_EXERCISE DATA:_
########
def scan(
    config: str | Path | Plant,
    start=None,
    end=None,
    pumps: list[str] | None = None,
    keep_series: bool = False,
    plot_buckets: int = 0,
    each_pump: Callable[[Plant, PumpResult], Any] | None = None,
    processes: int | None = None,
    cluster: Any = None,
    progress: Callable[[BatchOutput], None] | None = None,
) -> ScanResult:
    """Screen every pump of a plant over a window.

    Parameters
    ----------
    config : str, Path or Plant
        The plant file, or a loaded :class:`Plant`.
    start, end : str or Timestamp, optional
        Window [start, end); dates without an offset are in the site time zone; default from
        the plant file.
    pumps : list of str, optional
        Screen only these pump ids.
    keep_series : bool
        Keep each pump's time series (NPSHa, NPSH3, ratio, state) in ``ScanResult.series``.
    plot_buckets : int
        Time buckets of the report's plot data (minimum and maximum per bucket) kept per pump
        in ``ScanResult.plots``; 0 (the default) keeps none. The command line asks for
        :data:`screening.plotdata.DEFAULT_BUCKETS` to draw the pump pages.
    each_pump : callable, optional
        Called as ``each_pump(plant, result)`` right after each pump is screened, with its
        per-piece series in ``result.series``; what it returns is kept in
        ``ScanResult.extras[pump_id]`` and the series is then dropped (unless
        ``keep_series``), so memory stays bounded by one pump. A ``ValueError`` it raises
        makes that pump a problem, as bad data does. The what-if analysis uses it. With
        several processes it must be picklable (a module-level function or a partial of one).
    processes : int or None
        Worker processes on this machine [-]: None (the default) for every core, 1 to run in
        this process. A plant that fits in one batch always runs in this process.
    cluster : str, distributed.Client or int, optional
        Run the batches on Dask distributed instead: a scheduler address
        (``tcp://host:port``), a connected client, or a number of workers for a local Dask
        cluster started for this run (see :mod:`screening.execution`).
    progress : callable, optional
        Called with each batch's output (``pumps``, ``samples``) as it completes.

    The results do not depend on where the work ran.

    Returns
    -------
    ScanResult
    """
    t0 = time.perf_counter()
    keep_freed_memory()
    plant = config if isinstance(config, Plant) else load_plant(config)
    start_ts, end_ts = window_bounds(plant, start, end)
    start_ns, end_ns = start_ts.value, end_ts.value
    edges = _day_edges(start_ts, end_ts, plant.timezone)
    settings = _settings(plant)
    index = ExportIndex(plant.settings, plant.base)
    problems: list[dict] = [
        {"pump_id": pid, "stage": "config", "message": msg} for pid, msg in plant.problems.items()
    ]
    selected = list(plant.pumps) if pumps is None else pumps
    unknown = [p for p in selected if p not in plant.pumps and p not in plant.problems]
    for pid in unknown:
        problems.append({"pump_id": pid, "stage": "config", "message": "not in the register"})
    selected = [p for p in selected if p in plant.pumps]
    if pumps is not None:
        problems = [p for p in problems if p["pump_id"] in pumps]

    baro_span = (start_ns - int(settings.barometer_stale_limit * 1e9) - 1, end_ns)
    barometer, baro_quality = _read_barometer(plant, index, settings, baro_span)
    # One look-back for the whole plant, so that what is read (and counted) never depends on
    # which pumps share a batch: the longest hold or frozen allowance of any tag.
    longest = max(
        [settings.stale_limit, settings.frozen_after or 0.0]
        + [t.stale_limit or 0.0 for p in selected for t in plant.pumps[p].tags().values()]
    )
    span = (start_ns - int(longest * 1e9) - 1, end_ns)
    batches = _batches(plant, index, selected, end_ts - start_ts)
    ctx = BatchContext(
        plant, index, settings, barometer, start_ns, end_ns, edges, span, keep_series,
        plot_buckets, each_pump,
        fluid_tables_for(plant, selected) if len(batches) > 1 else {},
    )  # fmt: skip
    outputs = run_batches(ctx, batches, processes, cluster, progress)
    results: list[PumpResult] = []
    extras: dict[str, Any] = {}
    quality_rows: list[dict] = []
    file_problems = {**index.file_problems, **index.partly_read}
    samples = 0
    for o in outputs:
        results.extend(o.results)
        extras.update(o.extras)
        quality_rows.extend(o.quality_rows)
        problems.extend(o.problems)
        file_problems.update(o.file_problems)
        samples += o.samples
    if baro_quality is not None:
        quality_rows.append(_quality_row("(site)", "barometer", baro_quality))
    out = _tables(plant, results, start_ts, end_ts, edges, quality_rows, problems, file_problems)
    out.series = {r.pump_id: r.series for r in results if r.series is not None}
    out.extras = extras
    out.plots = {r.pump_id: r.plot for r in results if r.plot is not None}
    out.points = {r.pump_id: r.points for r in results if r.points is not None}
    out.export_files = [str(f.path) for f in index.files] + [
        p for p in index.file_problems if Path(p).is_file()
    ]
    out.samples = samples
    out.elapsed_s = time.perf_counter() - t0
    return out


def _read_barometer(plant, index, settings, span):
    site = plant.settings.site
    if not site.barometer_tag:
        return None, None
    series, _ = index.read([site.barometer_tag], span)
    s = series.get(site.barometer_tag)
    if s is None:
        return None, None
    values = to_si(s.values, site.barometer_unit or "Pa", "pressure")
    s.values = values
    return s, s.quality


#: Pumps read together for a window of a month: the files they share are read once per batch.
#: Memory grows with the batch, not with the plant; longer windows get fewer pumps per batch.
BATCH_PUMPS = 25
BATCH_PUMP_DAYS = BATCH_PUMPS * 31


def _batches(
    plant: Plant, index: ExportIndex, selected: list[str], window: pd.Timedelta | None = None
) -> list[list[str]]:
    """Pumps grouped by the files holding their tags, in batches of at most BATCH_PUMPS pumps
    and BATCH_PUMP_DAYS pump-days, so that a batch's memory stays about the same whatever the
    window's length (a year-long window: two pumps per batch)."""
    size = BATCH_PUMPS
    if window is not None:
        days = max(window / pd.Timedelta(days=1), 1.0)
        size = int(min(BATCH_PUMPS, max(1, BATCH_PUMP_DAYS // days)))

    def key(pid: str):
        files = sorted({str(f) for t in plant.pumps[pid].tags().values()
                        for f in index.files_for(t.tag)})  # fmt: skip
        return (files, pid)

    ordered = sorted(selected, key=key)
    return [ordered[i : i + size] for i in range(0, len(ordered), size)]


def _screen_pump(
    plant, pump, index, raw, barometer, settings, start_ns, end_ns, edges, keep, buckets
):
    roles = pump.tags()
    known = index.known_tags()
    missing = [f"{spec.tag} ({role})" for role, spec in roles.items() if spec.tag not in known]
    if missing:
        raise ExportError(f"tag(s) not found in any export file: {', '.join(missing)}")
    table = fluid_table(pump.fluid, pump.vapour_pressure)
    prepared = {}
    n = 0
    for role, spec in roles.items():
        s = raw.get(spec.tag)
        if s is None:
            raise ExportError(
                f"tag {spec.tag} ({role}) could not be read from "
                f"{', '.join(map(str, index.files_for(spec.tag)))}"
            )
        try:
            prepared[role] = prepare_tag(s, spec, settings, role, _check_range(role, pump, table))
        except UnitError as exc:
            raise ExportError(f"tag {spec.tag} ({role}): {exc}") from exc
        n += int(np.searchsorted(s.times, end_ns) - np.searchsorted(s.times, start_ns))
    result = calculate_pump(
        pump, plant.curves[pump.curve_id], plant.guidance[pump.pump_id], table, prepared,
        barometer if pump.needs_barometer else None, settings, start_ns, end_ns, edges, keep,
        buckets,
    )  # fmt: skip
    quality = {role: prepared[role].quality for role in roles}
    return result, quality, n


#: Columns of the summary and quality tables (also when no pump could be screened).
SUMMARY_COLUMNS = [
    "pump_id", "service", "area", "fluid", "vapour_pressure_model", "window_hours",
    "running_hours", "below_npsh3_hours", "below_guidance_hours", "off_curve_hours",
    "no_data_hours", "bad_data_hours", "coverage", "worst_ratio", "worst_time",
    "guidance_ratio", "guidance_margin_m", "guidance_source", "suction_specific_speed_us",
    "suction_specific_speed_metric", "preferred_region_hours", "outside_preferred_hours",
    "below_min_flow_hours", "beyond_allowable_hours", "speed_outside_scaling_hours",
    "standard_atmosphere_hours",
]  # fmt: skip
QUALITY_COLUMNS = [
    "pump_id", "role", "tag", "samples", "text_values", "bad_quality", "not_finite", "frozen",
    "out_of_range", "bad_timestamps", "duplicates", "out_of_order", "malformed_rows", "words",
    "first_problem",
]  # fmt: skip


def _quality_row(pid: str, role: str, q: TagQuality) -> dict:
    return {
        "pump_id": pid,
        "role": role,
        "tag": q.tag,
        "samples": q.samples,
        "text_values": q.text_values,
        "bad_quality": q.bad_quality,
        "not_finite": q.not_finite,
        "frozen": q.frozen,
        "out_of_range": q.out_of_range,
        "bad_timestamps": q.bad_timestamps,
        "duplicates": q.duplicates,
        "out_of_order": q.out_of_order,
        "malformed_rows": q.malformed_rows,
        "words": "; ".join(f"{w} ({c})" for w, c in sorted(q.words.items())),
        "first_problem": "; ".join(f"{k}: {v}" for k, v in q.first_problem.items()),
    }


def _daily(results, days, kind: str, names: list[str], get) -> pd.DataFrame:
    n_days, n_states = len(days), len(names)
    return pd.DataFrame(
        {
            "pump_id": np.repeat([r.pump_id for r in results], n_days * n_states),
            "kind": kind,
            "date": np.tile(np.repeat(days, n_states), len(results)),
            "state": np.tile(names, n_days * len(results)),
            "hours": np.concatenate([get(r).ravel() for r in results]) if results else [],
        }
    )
########
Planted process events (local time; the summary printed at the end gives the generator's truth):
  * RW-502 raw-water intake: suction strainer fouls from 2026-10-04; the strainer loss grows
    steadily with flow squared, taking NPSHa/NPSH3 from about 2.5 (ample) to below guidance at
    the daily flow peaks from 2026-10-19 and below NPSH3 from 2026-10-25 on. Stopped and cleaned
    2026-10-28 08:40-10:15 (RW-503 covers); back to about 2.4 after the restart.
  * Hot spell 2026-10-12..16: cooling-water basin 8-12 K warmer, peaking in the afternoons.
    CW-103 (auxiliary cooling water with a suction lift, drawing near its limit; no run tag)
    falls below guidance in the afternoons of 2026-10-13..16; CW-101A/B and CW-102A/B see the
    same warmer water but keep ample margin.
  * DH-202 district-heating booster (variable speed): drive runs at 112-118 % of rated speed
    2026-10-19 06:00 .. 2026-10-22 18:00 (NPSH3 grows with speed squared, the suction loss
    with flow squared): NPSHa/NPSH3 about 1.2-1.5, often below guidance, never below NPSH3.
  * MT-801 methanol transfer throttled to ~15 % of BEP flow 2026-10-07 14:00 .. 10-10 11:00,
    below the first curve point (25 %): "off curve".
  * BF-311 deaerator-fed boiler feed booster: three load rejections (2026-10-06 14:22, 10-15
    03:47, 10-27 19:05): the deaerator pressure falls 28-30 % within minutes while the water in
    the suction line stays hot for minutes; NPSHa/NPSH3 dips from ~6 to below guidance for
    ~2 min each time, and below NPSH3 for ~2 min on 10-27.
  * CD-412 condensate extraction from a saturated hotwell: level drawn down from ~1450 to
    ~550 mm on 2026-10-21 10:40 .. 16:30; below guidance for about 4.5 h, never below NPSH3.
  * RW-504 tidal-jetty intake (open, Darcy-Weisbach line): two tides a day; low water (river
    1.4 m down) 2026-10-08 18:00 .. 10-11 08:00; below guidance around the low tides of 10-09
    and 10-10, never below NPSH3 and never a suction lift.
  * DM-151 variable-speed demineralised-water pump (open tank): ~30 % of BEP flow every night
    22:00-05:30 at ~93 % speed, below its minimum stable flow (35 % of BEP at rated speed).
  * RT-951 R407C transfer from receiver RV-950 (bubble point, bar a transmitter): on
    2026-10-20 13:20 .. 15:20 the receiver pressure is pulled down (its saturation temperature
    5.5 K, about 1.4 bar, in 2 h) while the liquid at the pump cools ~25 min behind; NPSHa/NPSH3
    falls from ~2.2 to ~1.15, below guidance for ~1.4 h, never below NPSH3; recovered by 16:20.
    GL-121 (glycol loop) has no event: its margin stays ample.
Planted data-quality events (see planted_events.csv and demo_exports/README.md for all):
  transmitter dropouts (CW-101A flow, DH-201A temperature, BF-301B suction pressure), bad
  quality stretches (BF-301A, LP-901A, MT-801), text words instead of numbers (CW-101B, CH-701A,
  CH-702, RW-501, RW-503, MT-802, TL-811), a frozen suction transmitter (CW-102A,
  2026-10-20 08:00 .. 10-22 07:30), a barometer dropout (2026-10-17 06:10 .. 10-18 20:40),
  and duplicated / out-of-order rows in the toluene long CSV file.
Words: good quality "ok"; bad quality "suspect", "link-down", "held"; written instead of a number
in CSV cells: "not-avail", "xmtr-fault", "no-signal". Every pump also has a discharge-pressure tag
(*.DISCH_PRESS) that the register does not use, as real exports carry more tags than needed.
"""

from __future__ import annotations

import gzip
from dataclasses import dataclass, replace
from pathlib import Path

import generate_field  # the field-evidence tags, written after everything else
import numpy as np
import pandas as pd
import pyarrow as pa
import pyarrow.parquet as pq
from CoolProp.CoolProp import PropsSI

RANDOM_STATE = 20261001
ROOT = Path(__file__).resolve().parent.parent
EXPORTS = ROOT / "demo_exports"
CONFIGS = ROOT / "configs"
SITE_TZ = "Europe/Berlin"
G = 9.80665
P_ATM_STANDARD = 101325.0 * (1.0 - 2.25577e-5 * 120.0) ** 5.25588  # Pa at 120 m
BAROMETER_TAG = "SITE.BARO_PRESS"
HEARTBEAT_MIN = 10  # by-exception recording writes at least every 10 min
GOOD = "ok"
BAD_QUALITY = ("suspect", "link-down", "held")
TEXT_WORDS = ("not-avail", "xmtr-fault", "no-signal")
########
_YOUR TASK:_ From the data above, copy each line that holds "instead".

_YOUR SOLUTION:_
        Run the batches on Dask distributed instead: a scheduler address
  quality stretches (BF-301A, LP-901A, MT-801), text words instead of numbers (CW-101B, CH-701A,
Words: good quality "ok"; bad quality "suspect", "link-down", "held"; written instead of a number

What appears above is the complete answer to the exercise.